> [Problem to work on]
In the material below, find each line holding the string "switches" and copy it.

===

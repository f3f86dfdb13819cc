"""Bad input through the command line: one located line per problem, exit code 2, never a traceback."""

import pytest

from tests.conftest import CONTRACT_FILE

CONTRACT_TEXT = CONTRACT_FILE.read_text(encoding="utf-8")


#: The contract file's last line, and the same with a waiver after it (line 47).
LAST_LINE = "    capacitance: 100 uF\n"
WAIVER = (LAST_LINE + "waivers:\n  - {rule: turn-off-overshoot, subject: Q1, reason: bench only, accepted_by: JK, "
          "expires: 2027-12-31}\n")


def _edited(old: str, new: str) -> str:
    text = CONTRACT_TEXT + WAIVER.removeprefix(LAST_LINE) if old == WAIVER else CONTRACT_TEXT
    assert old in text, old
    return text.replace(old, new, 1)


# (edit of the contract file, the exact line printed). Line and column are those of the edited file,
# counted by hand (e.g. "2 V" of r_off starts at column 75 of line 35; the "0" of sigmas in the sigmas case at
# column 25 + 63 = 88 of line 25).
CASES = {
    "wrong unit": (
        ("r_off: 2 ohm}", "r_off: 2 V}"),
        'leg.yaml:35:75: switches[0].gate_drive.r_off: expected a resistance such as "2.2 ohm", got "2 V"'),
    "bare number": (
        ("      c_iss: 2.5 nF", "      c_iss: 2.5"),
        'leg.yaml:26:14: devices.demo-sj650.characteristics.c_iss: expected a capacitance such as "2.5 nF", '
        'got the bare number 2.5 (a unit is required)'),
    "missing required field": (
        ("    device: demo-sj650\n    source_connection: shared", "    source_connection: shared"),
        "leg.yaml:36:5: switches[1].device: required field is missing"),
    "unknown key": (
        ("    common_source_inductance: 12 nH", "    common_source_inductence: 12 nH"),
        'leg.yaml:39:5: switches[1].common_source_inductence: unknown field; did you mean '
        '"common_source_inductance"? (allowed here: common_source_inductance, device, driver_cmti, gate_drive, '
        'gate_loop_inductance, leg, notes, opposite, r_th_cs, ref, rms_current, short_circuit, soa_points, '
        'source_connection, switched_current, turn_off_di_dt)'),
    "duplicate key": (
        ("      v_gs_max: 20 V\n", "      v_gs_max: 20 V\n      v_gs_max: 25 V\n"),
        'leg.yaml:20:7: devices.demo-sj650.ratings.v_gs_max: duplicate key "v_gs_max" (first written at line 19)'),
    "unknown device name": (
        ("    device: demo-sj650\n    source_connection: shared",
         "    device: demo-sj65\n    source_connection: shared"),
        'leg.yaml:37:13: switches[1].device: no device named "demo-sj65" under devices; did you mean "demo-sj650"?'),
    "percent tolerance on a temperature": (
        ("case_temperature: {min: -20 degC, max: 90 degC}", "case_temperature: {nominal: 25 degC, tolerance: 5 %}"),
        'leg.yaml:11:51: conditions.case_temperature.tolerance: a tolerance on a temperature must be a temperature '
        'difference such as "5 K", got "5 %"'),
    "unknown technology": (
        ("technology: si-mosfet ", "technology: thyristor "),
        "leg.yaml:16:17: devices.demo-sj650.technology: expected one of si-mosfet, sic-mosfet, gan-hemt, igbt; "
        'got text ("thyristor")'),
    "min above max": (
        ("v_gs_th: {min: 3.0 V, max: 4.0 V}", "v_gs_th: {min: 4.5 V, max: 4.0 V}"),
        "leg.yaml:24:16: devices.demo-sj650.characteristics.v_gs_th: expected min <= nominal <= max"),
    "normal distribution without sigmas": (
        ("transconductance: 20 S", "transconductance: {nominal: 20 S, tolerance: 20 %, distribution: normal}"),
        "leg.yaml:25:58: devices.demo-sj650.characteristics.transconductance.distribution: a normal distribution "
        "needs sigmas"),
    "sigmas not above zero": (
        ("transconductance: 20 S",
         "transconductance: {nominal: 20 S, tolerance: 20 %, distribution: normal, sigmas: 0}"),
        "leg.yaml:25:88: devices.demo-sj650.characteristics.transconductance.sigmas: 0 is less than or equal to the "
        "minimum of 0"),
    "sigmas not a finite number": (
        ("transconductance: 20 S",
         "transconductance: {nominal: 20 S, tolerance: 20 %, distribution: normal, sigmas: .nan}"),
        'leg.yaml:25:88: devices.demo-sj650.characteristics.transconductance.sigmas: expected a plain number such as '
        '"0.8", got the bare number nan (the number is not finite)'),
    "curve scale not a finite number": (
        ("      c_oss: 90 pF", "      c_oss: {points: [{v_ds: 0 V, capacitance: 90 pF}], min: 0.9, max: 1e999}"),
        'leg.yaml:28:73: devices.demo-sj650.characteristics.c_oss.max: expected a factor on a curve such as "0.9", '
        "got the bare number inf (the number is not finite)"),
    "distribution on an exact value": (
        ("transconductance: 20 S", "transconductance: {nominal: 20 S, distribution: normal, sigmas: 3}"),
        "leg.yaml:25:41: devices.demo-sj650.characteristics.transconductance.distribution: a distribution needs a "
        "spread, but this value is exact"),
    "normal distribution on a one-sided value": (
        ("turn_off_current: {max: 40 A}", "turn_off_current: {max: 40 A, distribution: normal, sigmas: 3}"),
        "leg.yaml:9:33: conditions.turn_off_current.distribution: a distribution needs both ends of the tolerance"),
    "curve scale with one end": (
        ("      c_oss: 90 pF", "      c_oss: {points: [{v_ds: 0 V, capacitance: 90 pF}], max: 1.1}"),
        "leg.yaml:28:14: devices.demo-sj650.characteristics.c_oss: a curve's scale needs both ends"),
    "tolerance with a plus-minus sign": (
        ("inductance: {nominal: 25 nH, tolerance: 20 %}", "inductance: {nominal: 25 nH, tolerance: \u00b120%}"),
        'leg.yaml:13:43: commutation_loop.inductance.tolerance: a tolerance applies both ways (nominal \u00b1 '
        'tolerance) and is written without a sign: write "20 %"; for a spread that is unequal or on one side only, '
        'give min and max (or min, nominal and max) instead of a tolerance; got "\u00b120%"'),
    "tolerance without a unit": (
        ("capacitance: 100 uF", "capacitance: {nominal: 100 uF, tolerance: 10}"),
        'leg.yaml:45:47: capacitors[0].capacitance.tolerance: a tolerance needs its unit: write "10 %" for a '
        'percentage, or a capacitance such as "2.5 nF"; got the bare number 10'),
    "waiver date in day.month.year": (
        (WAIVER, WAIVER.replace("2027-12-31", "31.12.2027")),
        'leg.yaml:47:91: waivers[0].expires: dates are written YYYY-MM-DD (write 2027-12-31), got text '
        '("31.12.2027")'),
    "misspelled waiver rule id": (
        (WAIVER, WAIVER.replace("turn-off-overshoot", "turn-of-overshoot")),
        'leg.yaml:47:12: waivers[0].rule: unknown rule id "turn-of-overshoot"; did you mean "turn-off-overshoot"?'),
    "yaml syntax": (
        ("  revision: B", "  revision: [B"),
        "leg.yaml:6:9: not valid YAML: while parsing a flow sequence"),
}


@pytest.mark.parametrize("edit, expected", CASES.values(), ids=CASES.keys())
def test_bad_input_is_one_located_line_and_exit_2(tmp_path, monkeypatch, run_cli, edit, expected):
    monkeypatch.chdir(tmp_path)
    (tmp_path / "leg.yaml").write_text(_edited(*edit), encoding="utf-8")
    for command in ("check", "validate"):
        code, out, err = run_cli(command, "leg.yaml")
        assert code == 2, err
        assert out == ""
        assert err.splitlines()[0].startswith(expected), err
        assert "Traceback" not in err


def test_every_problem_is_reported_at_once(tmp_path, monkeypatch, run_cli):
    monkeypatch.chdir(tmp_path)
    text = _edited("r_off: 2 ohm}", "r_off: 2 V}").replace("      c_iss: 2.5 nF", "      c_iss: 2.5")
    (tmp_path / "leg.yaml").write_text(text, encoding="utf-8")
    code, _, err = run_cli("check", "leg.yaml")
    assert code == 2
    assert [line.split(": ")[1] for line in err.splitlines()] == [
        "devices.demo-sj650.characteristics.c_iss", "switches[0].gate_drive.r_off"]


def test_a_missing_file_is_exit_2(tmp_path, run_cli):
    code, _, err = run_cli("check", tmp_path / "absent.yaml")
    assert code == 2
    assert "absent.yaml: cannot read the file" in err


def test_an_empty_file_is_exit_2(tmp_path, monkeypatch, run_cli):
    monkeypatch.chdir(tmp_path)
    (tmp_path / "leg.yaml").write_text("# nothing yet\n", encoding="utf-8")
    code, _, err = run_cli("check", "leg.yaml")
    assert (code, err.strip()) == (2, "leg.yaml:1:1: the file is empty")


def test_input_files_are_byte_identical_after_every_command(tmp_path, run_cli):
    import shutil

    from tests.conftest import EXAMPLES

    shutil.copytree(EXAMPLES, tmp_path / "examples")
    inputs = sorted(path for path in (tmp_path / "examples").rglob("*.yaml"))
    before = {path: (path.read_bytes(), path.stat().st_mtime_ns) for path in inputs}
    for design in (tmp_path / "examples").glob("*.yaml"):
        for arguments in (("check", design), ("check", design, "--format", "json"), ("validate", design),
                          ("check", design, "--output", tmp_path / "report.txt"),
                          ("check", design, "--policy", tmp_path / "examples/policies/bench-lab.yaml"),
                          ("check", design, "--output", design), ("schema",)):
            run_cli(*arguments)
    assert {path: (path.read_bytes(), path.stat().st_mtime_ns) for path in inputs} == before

===

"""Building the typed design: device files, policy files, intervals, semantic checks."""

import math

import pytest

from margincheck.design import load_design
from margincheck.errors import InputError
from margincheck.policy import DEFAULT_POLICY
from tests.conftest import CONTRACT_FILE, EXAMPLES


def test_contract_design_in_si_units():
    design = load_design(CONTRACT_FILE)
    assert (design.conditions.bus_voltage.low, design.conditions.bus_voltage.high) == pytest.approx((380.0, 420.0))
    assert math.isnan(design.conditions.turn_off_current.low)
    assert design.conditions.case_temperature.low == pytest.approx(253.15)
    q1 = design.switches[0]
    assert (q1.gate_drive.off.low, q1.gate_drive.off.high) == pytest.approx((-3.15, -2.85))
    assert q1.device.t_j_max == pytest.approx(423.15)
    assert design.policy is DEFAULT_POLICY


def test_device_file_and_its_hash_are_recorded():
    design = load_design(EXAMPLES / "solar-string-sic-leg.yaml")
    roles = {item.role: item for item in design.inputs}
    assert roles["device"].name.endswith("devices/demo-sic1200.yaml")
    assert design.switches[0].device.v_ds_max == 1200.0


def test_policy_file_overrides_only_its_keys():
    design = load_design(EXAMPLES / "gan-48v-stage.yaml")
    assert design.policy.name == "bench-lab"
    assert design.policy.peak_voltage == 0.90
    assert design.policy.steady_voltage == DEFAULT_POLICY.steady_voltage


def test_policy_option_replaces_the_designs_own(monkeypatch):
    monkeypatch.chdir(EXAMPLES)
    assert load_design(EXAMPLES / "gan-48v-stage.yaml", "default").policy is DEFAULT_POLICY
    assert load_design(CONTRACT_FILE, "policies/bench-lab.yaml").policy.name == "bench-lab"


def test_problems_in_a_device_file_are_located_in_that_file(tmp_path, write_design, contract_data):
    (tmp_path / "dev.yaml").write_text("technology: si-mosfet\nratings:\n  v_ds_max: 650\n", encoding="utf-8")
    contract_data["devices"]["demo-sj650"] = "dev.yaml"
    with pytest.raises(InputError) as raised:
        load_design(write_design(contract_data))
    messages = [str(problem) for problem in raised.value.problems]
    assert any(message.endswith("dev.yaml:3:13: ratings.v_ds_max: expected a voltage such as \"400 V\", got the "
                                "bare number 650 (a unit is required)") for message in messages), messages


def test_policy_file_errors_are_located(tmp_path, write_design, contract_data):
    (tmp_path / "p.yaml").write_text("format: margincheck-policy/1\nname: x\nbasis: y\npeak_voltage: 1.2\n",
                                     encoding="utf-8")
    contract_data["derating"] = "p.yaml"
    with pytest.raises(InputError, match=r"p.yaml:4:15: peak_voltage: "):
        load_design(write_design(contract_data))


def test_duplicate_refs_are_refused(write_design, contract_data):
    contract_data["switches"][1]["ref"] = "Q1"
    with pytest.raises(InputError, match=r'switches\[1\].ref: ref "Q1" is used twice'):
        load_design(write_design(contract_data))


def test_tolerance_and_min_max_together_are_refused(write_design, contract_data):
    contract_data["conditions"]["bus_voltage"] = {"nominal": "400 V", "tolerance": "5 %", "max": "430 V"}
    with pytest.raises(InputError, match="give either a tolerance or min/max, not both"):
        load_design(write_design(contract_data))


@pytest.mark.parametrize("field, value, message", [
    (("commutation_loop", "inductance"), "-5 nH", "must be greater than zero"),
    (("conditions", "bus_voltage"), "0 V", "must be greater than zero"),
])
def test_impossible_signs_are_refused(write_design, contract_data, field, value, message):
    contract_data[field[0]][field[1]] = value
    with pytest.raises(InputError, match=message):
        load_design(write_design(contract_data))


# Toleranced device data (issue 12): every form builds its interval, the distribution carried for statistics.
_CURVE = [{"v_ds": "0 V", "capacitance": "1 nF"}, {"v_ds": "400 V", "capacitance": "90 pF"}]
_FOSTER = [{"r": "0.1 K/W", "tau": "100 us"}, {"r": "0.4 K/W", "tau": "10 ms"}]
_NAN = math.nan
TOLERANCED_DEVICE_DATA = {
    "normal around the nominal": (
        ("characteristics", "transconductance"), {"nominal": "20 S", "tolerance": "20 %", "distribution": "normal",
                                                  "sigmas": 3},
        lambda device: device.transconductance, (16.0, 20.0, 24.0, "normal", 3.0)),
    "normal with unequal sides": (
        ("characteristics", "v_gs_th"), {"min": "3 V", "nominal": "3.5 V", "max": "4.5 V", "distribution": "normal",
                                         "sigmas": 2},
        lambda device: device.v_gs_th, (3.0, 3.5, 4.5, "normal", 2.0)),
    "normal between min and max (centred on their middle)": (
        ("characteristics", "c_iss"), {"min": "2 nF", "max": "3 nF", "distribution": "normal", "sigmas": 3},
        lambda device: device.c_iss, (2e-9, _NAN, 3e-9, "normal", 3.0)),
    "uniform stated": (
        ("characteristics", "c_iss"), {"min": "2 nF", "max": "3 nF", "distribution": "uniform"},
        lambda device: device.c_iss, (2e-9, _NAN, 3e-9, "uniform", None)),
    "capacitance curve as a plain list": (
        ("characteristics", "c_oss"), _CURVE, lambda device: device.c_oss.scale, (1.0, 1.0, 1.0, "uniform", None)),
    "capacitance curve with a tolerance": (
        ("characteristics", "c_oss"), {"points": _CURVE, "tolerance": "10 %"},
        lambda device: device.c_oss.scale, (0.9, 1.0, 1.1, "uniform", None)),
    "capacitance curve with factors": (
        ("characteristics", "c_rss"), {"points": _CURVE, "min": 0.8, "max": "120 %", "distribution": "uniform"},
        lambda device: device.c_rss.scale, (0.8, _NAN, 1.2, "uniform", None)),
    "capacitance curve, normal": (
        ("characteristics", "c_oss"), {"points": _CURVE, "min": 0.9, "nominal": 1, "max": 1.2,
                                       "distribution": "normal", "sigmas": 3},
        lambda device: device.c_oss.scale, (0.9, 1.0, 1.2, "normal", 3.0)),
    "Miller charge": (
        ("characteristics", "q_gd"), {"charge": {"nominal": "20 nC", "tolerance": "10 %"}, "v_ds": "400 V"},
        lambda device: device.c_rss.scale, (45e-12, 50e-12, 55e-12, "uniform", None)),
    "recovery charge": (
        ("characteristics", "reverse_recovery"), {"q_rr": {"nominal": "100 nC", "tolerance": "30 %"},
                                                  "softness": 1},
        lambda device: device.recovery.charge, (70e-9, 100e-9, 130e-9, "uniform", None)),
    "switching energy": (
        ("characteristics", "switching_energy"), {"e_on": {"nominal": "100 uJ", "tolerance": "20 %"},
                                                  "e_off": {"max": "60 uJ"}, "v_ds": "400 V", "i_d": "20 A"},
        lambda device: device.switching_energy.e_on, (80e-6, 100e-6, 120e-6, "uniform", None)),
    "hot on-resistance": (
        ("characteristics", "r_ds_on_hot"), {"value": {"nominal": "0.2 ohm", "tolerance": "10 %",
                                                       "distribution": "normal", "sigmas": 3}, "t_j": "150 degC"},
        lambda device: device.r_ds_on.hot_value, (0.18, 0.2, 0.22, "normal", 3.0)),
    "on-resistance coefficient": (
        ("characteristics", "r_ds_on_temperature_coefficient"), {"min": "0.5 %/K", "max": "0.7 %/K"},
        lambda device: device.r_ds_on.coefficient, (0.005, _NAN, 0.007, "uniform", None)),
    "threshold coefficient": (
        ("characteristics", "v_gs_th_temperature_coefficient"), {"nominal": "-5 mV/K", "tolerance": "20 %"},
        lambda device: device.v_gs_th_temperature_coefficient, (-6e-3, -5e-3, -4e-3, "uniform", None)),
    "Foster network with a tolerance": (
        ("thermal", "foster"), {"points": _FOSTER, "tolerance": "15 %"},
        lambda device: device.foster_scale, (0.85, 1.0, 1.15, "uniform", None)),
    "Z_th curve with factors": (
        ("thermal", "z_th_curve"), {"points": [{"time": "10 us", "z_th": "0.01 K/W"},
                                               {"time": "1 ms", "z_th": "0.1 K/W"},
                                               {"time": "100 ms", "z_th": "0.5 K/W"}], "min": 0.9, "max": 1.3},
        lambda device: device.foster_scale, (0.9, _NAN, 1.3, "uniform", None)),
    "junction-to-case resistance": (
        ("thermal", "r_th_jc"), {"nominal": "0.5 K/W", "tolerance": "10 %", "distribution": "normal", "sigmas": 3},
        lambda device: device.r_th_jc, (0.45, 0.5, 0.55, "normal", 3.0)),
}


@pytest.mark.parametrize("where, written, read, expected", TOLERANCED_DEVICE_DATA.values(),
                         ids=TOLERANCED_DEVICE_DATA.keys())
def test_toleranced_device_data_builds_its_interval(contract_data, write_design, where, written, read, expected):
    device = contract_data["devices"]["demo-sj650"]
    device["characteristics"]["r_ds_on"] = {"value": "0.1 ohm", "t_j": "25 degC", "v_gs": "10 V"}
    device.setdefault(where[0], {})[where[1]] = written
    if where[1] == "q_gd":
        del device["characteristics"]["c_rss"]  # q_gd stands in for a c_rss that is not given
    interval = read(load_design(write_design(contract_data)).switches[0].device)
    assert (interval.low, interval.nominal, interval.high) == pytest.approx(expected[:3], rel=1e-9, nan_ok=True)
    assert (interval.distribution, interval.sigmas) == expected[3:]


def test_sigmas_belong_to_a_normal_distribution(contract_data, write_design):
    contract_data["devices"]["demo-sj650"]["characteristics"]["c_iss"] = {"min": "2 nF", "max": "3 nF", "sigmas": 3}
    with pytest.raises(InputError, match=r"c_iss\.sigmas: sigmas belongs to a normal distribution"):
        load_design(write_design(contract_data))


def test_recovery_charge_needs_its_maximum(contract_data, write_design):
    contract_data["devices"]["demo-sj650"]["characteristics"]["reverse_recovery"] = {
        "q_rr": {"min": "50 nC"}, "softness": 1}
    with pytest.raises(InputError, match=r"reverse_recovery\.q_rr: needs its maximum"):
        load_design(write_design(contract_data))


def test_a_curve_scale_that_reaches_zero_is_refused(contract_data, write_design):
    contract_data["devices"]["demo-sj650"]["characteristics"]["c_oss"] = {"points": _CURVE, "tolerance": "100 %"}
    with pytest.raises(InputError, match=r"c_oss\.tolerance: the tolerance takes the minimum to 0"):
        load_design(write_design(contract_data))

===

> [Answer to this task]
        'leg.yaml:35:75: switches[0].gate_drive.r_off: expected a resistance such as "2.2 ohm", got "2 V"'),
        "leg.yaml:36:5: switches[1].device: required field is missing"),
        'leg.yaml:39:5: switches[1].common_source_inductence: unknown field; did you mean '
        'leg.yaml:37:13: switches[1].device: no device named "demo-sj65" under devices; did you mean "demo-sj650"?'),
        "devices.demo-sj650.characteristics.c_iss", "switches[0].gate_drive.r_off"]
    q1 = design.switches[0]
    assert design.switches[0].device.v_ds_max == 1200.0
    contract_data["switches"][1]["ref"] = "Q1"
    with pytest.raises(InputError, match=r'switches\[1\].ref: ref "Q1" is used twice'):
    interval = read(load_design(write_design(contract_data)).switches[0].device)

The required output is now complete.